BEGIN PROVIDED MATERIAL

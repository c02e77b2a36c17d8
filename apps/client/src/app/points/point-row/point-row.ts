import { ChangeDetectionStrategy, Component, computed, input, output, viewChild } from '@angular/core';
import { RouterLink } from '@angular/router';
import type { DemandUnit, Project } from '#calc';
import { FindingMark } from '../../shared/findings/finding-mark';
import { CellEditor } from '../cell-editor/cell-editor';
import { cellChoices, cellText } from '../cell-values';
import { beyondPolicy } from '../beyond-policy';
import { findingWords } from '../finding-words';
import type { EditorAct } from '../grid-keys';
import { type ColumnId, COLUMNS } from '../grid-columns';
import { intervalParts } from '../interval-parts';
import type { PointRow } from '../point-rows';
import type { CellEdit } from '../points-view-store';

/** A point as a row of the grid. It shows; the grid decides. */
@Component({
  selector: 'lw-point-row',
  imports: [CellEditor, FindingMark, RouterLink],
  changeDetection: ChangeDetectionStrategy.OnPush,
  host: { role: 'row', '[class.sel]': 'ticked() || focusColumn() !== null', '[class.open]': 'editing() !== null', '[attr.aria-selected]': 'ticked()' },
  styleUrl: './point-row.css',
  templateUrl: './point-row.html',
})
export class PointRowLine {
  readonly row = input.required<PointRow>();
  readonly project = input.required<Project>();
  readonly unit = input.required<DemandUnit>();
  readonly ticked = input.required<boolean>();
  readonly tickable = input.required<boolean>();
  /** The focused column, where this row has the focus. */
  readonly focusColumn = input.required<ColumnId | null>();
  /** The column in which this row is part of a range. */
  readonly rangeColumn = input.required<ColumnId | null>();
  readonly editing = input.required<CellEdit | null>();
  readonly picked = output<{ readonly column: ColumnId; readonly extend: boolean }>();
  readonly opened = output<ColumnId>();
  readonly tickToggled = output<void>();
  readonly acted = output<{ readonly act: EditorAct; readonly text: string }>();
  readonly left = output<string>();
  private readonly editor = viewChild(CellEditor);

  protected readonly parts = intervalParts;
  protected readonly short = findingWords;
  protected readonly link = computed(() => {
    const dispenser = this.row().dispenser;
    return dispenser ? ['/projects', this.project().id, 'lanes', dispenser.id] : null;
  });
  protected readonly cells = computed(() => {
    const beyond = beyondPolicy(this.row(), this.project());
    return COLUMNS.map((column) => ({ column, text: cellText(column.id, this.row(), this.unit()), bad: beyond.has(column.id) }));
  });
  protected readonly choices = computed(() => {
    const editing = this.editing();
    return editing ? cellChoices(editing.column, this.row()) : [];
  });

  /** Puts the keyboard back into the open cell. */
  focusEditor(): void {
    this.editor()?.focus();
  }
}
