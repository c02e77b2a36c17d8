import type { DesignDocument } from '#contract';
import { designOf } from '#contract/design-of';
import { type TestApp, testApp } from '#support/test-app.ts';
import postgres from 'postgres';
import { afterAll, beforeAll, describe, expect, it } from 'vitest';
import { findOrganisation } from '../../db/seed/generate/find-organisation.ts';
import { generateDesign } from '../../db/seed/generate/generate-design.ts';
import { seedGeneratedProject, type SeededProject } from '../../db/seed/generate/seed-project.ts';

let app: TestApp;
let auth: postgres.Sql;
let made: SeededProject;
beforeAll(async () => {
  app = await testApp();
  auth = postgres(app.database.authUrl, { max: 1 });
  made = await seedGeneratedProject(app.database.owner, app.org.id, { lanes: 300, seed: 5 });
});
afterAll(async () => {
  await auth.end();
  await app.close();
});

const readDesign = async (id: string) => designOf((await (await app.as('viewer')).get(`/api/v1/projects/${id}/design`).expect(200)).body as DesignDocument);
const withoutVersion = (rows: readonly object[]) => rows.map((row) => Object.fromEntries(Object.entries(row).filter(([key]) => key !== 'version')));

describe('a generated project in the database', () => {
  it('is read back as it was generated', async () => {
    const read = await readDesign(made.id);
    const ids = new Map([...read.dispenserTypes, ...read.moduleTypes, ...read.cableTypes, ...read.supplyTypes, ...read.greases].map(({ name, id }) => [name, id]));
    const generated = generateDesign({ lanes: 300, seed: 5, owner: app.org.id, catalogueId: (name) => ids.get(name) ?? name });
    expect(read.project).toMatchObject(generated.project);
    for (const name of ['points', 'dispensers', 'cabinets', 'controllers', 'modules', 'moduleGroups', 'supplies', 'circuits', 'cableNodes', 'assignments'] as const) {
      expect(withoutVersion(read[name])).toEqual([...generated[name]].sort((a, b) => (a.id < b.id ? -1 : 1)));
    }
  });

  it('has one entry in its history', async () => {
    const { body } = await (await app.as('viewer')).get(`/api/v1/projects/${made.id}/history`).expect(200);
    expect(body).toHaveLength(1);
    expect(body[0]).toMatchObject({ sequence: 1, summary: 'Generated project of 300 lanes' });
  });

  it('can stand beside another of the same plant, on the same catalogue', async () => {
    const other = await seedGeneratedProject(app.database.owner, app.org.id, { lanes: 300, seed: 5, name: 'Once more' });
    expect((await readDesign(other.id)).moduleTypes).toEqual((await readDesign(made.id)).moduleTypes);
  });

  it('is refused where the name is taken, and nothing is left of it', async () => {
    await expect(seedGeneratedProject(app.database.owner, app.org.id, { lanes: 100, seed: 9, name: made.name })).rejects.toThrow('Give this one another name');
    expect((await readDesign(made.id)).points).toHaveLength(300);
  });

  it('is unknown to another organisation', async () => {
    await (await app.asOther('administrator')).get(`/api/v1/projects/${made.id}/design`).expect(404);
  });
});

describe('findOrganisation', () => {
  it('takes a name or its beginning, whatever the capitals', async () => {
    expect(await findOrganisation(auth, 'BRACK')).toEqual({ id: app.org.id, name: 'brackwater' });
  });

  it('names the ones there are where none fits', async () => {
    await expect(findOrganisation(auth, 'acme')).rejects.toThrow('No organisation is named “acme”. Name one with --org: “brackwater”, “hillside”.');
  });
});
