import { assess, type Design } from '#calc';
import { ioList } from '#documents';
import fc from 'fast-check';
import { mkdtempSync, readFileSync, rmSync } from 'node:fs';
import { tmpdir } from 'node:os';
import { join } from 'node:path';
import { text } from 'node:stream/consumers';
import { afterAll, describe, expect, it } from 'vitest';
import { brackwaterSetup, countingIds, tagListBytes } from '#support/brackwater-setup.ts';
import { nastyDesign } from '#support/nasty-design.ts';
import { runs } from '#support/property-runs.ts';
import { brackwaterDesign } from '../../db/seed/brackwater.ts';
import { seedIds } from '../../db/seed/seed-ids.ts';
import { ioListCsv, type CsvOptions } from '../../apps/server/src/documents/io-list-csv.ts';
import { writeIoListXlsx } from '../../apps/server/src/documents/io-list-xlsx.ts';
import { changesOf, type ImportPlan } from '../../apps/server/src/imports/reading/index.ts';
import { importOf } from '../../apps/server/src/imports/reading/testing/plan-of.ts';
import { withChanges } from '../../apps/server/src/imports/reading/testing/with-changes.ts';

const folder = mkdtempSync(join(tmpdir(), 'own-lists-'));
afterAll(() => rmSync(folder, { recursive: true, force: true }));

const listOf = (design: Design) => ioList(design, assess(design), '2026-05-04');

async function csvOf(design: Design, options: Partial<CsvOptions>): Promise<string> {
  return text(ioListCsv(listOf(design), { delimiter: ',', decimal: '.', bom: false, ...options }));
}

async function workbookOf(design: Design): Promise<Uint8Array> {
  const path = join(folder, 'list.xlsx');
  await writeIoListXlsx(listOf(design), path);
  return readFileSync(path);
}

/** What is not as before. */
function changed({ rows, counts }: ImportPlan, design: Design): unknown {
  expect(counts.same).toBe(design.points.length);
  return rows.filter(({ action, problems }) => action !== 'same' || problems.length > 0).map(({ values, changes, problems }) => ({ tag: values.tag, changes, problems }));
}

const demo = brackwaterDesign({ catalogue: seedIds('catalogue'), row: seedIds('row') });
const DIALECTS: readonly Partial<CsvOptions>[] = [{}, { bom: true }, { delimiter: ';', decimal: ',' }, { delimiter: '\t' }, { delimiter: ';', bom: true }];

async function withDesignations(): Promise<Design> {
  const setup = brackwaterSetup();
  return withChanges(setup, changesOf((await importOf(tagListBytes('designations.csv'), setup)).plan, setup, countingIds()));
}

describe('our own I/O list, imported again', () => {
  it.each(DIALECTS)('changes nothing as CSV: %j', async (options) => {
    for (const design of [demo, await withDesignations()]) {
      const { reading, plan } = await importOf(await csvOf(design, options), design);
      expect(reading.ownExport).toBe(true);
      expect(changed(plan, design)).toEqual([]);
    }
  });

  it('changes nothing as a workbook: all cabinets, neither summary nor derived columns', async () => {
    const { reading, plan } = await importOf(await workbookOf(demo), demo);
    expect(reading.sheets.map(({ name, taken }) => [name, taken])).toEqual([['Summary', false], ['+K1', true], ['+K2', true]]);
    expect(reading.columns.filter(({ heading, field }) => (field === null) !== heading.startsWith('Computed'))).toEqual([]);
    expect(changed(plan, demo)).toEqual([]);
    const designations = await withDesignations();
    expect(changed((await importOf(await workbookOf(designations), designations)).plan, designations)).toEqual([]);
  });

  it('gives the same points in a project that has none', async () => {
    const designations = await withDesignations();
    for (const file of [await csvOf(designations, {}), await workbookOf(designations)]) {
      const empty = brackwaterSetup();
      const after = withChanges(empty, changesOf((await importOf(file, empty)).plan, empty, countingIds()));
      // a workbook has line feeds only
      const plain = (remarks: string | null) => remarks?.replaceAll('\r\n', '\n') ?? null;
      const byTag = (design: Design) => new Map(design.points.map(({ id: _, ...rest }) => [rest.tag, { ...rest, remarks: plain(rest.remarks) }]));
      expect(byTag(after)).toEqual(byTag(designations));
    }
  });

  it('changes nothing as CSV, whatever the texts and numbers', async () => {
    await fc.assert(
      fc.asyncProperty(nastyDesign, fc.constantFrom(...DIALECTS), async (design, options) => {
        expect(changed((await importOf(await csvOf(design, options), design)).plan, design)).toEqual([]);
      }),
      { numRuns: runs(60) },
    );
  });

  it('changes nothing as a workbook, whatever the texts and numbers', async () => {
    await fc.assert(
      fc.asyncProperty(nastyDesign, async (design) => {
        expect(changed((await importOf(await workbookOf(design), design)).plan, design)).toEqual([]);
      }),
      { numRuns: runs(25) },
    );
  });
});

END PROVIDED MATERIAL
BEGIN PROVIDED MATERIAL

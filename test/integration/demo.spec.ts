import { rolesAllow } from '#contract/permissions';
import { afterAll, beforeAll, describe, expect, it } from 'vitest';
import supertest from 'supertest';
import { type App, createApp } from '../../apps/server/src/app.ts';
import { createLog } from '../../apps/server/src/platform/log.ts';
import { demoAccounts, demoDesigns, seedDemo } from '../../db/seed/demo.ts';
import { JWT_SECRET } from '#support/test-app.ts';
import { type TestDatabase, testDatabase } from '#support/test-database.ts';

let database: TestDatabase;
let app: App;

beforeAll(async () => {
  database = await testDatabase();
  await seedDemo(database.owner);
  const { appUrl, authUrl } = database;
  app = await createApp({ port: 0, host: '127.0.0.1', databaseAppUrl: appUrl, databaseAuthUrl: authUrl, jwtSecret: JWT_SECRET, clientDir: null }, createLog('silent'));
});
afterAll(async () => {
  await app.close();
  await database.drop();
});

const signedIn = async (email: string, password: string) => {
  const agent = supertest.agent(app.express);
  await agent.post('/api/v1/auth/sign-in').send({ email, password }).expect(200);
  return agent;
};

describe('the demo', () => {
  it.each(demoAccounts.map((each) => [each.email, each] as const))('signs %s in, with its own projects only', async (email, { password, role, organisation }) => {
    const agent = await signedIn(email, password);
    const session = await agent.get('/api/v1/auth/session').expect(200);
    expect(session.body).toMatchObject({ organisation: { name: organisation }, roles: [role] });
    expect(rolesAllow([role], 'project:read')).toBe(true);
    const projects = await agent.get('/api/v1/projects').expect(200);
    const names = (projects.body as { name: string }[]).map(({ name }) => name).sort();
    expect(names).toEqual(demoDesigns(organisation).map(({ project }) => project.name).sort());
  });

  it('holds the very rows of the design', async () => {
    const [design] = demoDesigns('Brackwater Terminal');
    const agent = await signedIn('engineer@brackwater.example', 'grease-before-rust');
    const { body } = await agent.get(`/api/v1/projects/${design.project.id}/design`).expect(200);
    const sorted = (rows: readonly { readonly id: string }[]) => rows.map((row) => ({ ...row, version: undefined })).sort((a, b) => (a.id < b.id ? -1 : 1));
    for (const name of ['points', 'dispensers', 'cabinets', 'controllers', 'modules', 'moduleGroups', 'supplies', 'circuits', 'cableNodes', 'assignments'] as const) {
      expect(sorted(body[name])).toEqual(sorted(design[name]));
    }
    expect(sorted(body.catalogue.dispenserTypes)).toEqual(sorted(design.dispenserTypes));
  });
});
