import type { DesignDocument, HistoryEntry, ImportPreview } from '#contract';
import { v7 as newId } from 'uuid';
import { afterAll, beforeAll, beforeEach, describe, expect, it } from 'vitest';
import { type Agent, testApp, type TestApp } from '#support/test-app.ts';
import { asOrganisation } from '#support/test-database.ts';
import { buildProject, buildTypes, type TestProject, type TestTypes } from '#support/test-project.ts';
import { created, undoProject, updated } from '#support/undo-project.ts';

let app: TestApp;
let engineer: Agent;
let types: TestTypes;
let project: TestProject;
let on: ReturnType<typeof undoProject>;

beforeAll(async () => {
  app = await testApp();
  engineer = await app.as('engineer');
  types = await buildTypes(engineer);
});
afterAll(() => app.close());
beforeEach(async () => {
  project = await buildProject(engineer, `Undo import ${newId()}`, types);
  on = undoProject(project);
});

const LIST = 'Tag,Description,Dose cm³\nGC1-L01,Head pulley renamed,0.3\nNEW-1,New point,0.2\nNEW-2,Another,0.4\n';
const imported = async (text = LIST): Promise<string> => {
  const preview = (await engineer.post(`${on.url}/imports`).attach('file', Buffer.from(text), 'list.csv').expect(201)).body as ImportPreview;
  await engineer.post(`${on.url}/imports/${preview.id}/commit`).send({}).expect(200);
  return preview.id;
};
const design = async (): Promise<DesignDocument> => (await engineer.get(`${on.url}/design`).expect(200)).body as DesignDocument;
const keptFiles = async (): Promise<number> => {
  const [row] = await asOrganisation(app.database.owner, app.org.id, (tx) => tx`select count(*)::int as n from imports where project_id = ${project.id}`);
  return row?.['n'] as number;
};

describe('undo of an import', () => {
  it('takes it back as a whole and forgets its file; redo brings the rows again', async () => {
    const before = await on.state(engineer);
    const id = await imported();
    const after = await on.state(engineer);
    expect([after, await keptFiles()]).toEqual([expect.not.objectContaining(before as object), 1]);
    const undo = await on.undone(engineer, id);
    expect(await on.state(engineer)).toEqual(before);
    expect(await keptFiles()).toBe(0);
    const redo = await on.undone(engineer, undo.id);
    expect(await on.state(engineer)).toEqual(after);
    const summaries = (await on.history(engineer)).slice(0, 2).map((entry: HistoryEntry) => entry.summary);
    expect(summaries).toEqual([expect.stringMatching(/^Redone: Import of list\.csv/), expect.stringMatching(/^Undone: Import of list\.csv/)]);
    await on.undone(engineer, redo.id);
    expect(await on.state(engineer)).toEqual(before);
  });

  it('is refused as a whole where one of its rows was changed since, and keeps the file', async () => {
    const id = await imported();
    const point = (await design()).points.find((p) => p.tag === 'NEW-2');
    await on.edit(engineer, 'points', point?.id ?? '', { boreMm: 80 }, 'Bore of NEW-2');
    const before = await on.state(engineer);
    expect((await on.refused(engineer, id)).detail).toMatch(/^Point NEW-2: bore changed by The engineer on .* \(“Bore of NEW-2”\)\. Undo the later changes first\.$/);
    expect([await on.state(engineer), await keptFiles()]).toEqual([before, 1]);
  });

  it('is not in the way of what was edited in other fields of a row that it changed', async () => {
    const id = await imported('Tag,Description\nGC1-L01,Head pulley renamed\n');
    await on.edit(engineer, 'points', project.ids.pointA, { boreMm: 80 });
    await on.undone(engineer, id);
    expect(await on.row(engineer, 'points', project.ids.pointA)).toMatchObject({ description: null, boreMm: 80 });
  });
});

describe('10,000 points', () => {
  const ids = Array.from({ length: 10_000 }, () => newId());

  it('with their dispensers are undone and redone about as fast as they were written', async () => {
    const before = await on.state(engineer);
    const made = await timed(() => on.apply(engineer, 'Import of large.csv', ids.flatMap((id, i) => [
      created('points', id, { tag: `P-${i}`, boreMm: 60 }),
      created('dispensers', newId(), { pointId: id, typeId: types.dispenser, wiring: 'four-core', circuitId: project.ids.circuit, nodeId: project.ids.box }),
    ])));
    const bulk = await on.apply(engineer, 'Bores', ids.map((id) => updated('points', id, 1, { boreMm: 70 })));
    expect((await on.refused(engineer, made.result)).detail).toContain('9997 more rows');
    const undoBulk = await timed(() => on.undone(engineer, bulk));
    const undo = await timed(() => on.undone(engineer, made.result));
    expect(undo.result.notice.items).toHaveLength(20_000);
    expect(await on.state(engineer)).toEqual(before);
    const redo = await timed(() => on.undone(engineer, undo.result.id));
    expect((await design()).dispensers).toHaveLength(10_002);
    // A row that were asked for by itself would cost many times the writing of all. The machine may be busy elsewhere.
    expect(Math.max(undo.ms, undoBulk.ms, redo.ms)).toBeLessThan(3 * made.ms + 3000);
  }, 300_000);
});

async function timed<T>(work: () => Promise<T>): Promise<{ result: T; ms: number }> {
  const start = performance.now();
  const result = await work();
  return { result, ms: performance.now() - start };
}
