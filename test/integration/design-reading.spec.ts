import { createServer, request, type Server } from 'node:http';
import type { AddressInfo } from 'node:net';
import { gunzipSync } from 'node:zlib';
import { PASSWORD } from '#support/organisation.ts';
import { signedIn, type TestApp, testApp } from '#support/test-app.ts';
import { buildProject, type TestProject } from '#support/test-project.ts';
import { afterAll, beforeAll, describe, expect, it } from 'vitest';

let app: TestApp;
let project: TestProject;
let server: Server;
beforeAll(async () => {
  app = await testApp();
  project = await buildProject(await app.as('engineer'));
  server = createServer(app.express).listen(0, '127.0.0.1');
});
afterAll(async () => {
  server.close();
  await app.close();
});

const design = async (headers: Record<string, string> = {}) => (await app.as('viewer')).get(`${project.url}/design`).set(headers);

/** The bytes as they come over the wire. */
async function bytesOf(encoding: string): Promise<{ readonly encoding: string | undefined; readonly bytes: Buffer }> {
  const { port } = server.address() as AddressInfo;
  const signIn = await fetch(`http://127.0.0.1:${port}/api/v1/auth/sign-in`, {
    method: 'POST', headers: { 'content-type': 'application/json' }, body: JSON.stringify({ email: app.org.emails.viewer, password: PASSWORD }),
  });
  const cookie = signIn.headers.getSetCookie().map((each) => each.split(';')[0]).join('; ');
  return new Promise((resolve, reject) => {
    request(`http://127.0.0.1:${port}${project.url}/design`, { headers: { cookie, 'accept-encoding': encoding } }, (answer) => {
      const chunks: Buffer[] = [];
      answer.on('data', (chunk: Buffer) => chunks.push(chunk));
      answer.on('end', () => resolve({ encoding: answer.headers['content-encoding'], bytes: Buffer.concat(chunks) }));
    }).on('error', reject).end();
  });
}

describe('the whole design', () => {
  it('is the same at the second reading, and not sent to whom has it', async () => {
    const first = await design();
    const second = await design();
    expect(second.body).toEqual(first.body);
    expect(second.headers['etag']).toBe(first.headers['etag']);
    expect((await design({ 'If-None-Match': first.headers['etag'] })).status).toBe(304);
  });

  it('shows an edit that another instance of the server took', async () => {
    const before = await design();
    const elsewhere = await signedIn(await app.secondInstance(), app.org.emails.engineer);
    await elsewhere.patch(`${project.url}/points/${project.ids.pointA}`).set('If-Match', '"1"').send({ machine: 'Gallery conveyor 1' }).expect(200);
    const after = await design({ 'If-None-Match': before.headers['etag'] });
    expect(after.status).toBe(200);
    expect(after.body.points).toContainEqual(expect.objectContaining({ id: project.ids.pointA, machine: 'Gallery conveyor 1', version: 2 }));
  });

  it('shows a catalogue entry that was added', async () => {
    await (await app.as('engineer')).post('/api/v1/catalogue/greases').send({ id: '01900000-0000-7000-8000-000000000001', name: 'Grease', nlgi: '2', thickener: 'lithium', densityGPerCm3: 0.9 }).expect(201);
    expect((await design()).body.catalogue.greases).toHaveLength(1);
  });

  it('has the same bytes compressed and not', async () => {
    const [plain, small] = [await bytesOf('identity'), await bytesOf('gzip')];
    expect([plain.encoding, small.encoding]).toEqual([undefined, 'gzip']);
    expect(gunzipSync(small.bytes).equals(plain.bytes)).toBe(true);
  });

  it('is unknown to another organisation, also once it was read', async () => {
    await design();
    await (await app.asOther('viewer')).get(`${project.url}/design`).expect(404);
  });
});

END PROVIDED MATERIAL
BEGIN PROVIDED MATERIAL

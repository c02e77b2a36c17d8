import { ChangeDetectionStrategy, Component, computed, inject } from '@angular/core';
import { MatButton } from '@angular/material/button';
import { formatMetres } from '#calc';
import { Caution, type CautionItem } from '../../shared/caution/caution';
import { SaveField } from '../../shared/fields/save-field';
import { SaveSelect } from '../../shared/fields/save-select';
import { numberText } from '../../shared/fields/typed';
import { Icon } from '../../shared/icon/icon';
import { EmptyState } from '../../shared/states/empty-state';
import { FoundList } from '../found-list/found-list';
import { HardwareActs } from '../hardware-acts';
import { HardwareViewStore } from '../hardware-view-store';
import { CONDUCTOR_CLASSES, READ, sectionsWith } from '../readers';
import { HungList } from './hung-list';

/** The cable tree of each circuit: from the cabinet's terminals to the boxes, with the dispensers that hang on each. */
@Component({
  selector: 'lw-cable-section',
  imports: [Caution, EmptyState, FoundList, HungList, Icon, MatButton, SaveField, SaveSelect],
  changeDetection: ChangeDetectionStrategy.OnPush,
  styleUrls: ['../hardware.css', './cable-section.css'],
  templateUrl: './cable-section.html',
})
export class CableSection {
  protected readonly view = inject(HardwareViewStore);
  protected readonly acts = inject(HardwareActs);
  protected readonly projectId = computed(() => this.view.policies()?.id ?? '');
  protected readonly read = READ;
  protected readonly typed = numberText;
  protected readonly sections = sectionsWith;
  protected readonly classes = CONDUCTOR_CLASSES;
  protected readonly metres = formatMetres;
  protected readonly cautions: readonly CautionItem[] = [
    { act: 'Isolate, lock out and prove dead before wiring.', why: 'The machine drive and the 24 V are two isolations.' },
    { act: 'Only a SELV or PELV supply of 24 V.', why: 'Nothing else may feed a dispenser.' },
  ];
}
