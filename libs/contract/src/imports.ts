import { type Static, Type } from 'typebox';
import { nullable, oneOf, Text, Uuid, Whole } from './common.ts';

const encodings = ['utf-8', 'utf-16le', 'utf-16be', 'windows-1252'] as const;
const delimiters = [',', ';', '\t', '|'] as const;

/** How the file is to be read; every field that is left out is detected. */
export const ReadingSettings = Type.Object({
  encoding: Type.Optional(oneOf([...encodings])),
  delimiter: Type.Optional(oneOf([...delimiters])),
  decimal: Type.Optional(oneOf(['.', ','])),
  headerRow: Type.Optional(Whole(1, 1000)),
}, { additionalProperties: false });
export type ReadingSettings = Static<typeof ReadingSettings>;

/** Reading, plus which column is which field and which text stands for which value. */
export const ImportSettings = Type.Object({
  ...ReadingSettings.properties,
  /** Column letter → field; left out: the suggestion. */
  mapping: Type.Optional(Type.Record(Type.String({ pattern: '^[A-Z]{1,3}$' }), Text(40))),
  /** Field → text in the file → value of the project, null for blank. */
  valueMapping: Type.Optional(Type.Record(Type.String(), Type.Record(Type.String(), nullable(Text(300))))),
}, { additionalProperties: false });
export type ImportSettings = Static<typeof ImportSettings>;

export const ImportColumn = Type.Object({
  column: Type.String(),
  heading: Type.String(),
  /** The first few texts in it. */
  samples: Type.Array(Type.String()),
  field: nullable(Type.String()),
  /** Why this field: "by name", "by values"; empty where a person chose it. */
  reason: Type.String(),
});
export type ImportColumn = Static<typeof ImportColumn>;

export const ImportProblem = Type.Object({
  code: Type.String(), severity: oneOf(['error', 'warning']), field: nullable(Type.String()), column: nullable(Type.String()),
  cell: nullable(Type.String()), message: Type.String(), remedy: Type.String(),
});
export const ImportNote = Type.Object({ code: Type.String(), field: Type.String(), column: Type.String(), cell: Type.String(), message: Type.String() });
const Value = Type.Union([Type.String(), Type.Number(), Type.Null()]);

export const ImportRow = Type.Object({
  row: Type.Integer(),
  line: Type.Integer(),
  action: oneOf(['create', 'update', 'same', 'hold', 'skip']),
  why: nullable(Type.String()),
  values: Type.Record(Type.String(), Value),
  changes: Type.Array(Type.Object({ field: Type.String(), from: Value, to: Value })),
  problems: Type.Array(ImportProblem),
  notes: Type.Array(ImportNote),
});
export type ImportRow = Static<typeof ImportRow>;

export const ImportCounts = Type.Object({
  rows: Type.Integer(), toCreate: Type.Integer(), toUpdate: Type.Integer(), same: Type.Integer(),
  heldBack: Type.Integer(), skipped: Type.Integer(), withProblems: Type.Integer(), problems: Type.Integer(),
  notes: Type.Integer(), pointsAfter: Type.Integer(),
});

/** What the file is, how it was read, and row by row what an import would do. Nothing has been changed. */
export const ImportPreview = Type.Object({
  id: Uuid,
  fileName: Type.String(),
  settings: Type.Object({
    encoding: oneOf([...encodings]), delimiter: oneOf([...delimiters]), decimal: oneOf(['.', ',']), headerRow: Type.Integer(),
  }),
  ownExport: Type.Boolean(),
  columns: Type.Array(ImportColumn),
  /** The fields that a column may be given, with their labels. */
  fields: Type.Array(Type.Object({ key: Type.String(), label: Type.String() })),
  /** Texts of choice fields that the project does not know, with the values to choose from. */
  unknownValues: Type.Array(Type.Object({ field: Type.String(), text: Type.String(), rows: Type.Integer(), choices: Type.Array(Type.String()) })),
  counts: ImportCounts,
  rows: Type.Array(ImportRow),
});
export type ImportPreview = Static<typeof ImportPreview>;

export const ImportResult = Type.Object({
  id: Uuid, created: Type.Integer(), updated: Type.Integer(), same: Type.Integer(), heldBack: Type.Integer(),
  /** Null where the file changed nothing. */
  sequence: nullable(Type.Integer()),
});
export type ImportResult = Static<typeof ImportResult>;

END PROVIDED MATERIAL

# [YOUR TASK]
Work out how many lines in the entries contain the string "error", then reply with that number and nothing more.

# [RESULT BELOW]
2